Attraction magnétique. Si l’on présente le pôle boréal d’un aimant au pôle méridional d’un autre aimant, ces deux aimans s’attireront, parce que ces deux aimans ainsi placés, sont chacun entourés d’une atmosphère homogène : leurs atmosphères se touchent, se confondent, prennent la figure ronde, & chassent les deux aimans à leur centre commun.
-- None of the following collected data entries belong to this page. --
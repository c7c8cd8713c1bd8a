"""The electrode catalogue: standard reduction potentials of couples used in potentiometry.

The table ``reference/electrodes.csv`` holds, for each couple, its half-reaction written in the
species notation of :mod:`activolt.reactions`, the electrons n, E° [V] at 25 °C, its standard
uncertainty and where that uncertainty comes from (``u_kind``), the standard pressure of the value
(101.325 kPa or 100 kPa) and the source. It also holds the E° of the silver–silver chloride
electrode from 5 to 95 °C (Bates & Bower 1954), which :func:`silver_chloride_standard_potential`
interpolates.
"""

from __future__ import annotations

from functools import lru_cache

import numpy as np
import numpy.typing as npt
import pandas as pd
from scipy.interpolate import CubicSpline

from .constants import ATMOSPHERE_PA, ZERO_CELSIUS_K
from .corrections import standard_pressure_basis_shift
from .reactions import HalfReaction, Species, parse_half_reaction
from .reference import load_table

#: The datasets of the electrode table.
DATASETS: tuple[str, ...] = ("catalogue", "bates_bower_1954")

#: Methods for the Ag/AgCl standard potential as a function of temperature.
SILVER_CHLORIDE_METHODS: tuple[str, ...] = ("table", "equation")

#: Bates & Bower (1954) smoothing equation, E°/V = Σ a_k t^k, t in °C, 0–90 °C, 1 atm.
#: Coefficients from memory except 0.23659 (confirmed); it matches their table within 0.12 mV.
_BATES_BOWER_COEFFICIENTS = (0.23659, -4.8564e-4, -3.4205e-6, 5.869e-9)
_BATES_BOWER_EQUATION_RANGE_C = (0.0, 90.0)


def electrode_table(dataset: str | None = None) -> pd.DataFrame:
    """A copy of the electrode table, optionally one dataset only.

    Parameters
    ----------
    dataset : str, optional
        One of :data:`DATASETS`; all rows when omitted.

    Returns
    -------
    pandas.DataFrame
        Columns ``couple, half_reaction, electrons, standard_potential_V,
        u_standard_potential_V, u_kind, temperature_K, pressure_basis_kPa, dataset, source,
        note``.

    Examples
    --------
    >>> table = electrode_table("catalogue")
    >>> float(table.set_index("couple").loc["Zn2+/Zn", "standard_potential_V"])  # CRC, memory
    -0.7618
    """
    table = load_table("electrodes")
    if dataset is None:
        return table
    if dataset not in DATASETS:
        raise ValueError(f"unknown dataset '{dataset}'; valid: {', '.join(DATASETS)}")
    return table[table["dataset"] == dataset].reset_index(drop=True)


@lru_cache(maxsize=1)
def _catalogue() -> tuple[HalfReaction, ...]:
    table = electrode_table("catalogue")
    couples = []
    for row in table.itertuples(index=False):
        note = row.note if isinstance(row.note, str) else ""
        half = parse_half_reaction(
            row.half_reaction,
            standard_potential_V=float(row.standard_potential_V),
            u_standard_potential_V=float(row.u_standard_potential_V),
            name=row.couple,
            pressure_basis_Pa=float(row.pressure_basis_kPa) * 1000.0,
            note=note,
        )
        if half.n != row.electrons or not half.is_reduction:
            raise ValueError(f"electrode table, couple {row.couple}: the half-reaction must be a "
                             f"reduction with {row.electrons} electrons")
        couples.append(half)
    return tuple(couples)


def catalogue() -> tuple[HalfReaction, ...]:
    """All couples of the catalogue at 25 °C, each written as a reduction (immutable).

    Examples
    --------
    >>> len(catalogue()) >= 30
    True
    """
    return _catalogue()


def couple_names() -> tuple[str, ...]:
    """The names of the catalogue's couples, e.g. ``"AgCl/Ag"``, in table order.

    Examples
    --------
    >>> couple_names()[:3]
    ('H+/H2', 'H2O/H2', 'Li+/Li')
    """
    return tuple(half.name for half in _catalogue())


def couple(name: str) -> HalfReaction:
    """One couple of the catalogue by name.

    Parameters
    ----------
    name : str
        E.g. ``"AgCl/Ag"``, ``"Zn2+/Zn"``, ``"quinhydrone"``.

    Returns
    -------
    HalfReaction
        The reduction with E° [V] at 25 °C and its standard uncertainty [V].

    Raises
    ------
    ValueError
        For an unknown name; the message lists the valid ones.

    Examples
    --------
    >>> str(couple("Hg2Cl2/Hg")), couple("Hg2Cl2/Hg").standard_potential_V  # CRC, from memory
    ('Hg2Cl2(s) + 2 e- → 2 Hg(l) + 2 Cl-(aq)', 0.26808)
    """
    for half in _catalogue():
        if half.name == name:
            return half
    raise ValueError(f"unknown couple '{name}'; valid: {', '.join(couple_names())}")


def amalgam_couple(half: HalfReaction) -> HalfReaction | None:
    """The amalgam form of a metal couple (M^z+ + z e- = M(s) → M(Hg)); None if not a metal one.

    The activity of the metal in mercury depends on the amalgam's composition; it is held
    constant in a measurement and folded into E°, so the amalgam couple has no catalogue E°.

    Examples
    --------
    >>> str(amalgam_couple(couple("K+/K")))
    'K+(aq) + e- → K(Hg)'
    """
    solids = half.species_in("s")
    if len(half.stoichiometry) != 2 or len(solids) != 1 or len(half.species_in("aq")) != 1:
        return None
    metal = solids[0]
    if len(metal.elements) != 1 or sum(metal.elements.values()) != 1:
        return None
    amalgam = Species(metal.formula, 0, "Hg")
    return HalfReaction(
        stoichiometry=tuple((amalgam if s == metal else s, c) for s, c in half.stoichiometry),
        electrons=half.electrons,
        standard_potential_V=None,
        u_standard_potential_V=None,
        name=half.name.replace(f"/{metal.formula}", f"/{metal.formula}(Hg)"),
        pressure_basis_Pa=half.pressure_basis_Pa,
        note="amalgam: the metal's activity in mercury is held constant and folded into E°",
    )


@lru_cache(maxsize=1)
def _bates_bower_spline() -> tuple[CubicSpline, float, float]:
    table = electrode_table("bates_bower_1954").sort_values("temperature_K")
    temperature = table["temperature_K"].to_numpy(dtype=float)
    potential = table["standard_potential_V"].to_numpy(dtype=float)
    return CubicSpline(temperature, potential), float(temperature[0]), float(temperature[-1])


def silver_chloride_standard_potential(
    temperature_K: npt.ArrayLike,
    method: str = "table",
    standard_pressure_Pa: float = ATMOSPHERE_PA,
) -> np.ndarray:
    r"""E° of the Ag | AgCl electrode against the hydrogen electrode, Bates & Bower (1954).

    Parameters
    ----------
    temperature_K : array_like
        Temperature [K]; 278.15–368.15 for ``"table"``, 273.15–363.15 for ``"equation"``.
    method : str
        ``"table"``: a cubic spline through their Table 1 (5–95 °C); ``"equation"``: their
        smoothing cubic in t/°C. One of :data:`SILVER_CHLORIDE_METHODS`.
    standard_pressure_Pa : float
        The standard pressure of the result [Pa]: 101325 (their basis, 1 atm) or 100000 (1 bar).

    Returns
    -------
    numpy.ndarray
        E° [V] (absolute volts).

    Notes
    -----
    .. math:: E° = 0.23659 − 4.8564×10^{-4}\, t − 3.4205×10^{-6}\, t^2 + 5.869×10^{-9}\, t^3

    (t in °C; Bates & Bower 1954, J. Res. NBS 53, 283; coefficients other than the first from
    memory). A change of pressure basis adds (RT/F)·(−½)·ln(p_from/p_to), −0.169 mV from 1 atm
    to 1 bar at 25 °C (see :func:`activolt.corrections.standard_pressure_basis_shift`).
    Their standard deviation is 0.01 mV at 25 °C and 0.09 mV at 95 °C.

    Examples
    --------
    Bates & Bower (1954), Table 1: 0.22234 V at 25 °C (1 atm):

    >>> round(float(silver_chloride_standard_potential(298.15)), 5)
    0.22234
    >>> round(float(silver_chloride_standard_potential(298.15, standard_pressure_Pa=1e5)), 5)
    0.22217
    """
    if method not in SILVER_CHLORIDE_METHODS:
        raise ValueError(
            f"unknown method '{method}'; valid: {', '.join(SILVER_CHLORIDE_METHODS)}"
        )
    temperature = np.asarray(temperature_K, dtype=float)
    if method == "table":
        spline, low, high = _bates_bower_spline()
    else:
        low, high = (ZERO_CELSIUS_K + t for t in _BATES_BOWER_EQUATION_RANGE_C)
    outside = (temperature < low - 1e-9) | (temperature > high + 1e-9)
    if np.any(outside):
        raise ValueError(
            f"temperature outside {low:.2f}–{high:.2f} K, where the {method} of Bates & Bower "
            "(1954) holds; choose the other method or a temperature inside"
        )
    if method == "table":
        potential = spline(temperature)
    else:
        celsius = temperature - ZERO_CELSIUS_K
        potential = np.polynomial.polynomial.polyval(celsius, _BATES_BOWER_COEFFICIENTS)
    shift = standard_pressure_basis_shift(
        temperature, electrons=1, gas_coefficients={"H2(g)": -0.5},
        from_pressure_Pa=ATMOSPHERE_PA, to_pressure_Pa=standard_pressure_Pa,
    )
    return np.asarray(potential + shift, dtype=float)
La même chose arrive à deux gouttes d’eau qui ne sauroient se toucher sans se confondre & prendre la figure ronde.

☞ Par une raison contraire, ces deux aimans se fuieroient si l’on présentoit le pôle boréal de l’un au pôle boréal de d’autre, parce qu’alors les atmosphères de ces deux aimans deviennent hétérogènes, non pas quant à la matière dont ils sont composés, mais quant à la direction des corpuscules magnétiques. Ces atmosphères hétérogènes ne sauroient donc se mêler ensemble, lors même qu’elles se touchent, de même que l’eau & l’huile se touchent sans se confondre.

☞ On voit par-là que l’attraction magnétique est bien différente de l’attraction Newtonienne. Celle-ci a pour cause une loi générale du créateur. Celle-là est l’effet d’un fluide magnétique sorti des pôles de la terre, & répandu autour de la pierre d’aimant. Voyez Aimant.